→ **Aim of the task**:
When you reach the line containing "sb.WriteString(detail)" in the records below, start copying exactly, and stop once you have copied the line containing "Reason string // what is wrong".

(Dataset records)
• • • •
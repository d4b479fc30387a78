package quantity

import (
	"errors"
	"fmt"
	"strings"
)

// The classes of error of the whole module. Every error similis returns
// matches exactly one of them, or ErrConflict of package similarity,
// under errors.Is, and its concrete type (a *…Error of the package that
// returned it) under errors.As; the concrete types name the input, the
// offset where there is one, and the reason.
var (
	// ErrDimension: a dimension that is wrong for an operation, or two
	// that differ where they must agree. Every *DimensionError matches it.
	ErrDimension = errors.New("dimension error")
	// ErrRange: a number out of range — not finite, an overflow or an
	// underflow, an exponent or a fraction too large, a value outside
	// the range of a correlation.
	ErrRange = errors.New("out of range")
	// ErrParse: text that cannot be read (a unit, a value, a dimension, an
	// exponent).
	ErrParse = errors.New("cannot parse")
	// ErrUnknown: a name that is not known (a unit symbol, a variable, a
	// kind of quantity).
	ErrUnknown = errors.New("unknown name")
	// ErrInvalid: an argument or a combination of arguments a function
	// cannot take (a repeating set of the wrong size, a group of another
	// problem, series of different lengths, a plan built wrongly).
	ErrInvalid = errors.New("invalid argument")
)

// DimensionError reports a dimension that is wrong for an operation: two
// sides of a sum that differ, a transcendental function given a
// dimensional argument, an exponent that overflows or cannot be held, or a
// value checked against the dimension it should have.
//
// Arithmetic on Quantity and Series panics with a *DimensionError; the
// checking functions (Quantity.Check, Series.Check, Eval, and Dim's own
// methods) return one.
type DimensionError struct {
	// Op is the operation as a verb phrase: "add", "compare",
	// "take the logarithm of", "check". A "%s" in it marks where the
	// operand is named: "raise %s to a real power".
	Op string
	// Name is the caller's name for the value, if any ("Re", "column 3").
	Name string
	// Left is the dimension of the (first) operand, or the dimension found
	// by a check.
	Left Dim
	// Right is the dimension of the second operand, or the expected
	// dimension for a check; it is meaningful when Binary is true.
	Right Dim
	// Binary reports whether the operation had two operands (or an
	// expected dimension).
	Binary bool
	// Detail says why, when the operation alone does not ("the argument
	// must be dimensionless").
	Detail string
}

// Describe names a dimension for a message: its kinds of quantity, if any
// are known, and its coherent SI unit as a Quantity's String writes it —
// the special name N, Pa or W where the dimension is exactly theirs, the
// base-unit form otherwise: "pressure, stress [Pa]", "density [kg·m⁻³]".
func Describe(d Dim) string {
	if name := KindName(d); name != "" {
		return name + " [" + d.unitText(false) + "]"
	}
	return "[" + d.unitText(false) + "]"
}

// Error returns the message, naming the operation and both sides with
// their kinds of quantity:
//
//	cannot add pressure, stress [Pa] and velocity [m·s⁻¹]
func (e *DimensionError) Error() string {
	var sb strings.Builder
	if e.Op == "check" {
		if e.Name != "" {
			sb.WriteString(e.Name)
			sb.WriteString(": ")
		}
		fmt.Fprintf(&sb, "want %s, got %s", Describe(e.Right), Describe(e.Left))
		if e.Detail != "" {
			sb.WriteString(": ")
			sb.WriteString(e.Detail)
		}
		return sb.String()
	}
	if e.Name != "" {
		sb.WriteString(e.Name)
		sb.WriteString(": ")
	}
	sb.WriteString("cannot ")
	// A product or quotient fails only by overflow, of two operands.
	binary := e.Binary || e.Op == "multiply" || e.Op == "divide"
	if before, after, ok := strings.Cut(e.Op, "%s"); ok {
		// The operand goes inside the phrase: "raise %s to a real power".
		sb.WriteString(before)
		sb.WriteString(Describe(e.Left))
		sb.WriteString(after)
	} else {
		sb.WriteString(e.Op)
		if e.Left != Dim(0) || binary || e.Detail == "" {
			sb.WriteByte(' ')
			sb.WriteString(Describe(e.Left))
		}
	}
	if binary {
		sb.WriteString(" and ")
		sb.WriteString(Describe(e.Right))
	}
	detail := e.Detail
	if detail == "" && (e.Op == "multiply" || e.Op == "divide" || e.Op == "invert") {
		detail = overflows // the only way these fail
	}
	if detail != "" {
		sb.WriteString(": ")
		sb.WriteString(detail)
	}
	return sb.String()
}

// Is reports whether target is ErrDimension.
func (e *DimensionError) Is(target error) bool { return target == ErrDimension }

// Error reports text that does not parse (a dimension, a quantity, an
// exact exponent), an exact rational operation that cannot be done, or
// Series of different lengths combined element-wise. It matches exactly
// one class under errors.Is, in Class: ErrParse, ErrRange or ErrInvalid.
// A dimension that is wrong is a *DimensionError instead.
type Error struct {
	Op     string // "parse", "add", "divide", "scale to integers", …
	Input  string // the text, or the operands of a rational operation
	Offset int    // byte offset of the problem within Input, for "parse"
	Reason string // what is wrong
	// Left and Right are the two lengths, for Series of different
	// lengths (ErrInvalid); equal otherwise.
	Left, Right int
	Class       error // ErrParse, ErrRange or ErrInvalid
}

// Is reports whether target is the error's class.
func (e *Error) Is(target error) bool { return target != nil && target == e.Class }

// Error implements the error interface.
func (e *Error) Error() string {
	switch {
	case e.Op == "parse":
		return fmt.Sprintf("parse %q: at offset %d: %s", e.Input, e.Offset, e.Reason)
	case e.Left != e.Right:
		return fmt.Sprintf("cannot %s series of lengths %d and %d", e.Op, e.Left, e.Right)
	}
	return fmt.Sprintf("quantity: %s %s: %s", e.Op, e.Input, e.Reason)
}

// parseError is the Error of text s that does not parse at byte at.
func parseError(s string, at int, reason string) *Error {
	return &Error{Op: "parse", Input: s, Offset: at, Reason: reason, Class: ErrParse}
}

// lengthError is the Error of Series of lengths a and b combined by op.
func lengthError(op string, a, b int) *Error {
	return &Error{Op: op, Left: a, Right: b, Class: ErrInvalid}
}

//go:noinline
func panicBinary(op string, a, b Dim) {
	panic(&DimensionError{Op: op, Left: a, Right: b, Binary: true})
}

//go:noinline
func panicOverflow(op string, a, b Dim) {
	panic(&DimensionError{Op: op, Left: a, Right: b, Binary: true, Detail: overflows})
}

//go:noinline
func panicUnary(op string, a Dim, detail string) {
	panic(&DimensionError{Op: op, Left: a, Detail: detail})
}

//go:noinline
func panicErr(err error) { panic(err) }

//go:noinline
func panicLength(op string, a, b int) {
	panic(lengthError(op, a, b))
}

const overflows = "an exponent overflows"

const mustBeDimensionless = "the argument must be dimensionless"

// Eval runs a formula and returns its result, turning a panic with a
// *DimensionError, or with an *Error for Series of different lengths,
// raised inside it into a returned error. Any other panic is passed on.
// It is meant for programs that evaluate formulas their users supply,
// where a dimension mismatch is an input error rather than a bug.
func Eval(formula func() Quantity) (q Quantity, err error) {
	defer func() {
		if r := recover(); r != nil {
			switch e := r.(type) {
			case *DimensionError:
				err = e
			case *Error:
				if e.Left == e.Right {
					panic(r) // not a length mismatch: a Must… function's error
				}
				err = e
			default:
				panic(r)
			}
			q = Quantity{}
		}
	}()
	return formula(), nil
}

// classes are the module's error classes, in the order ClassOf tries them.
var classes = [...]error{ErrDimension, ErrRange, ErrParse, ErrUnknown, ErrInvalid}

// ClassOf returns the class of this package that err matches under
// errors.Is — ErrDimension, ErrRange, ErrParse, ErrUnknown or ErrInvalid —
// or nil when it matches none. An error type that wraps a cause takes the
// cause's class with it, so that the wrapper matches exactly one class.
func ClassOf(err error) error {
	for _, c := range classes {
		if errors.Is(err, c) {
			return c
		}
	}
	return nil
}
• • • •
→ **Answer to this problem**:
		sb.WriteString(detail)
	}
	return sb.String()
}

// Is reports whether target is ErrDimension.
func (e *DimensionError) Is(target error) bool { return target == ErrDimension }

// Error reports text that does not parse (a dimension, a quantity, an
// exact exponent), an exact rational operation that cannot be done, or
// Series of different lengths combined element-wise. It matches exactly
// one class under errors.Is, in Class: ErrParse, ErrRange or ErrInvalid.
// A dimension that is wrong is a *DimensionError instead.
type Error struct {
	Op     string // "parse", "add", "divide", "scale to integers", …
	Input  string // the text, or the operands of a rational operation
	Offset int    // byte offset of the problem within Input, for "parse"
	Reason string // what is wrong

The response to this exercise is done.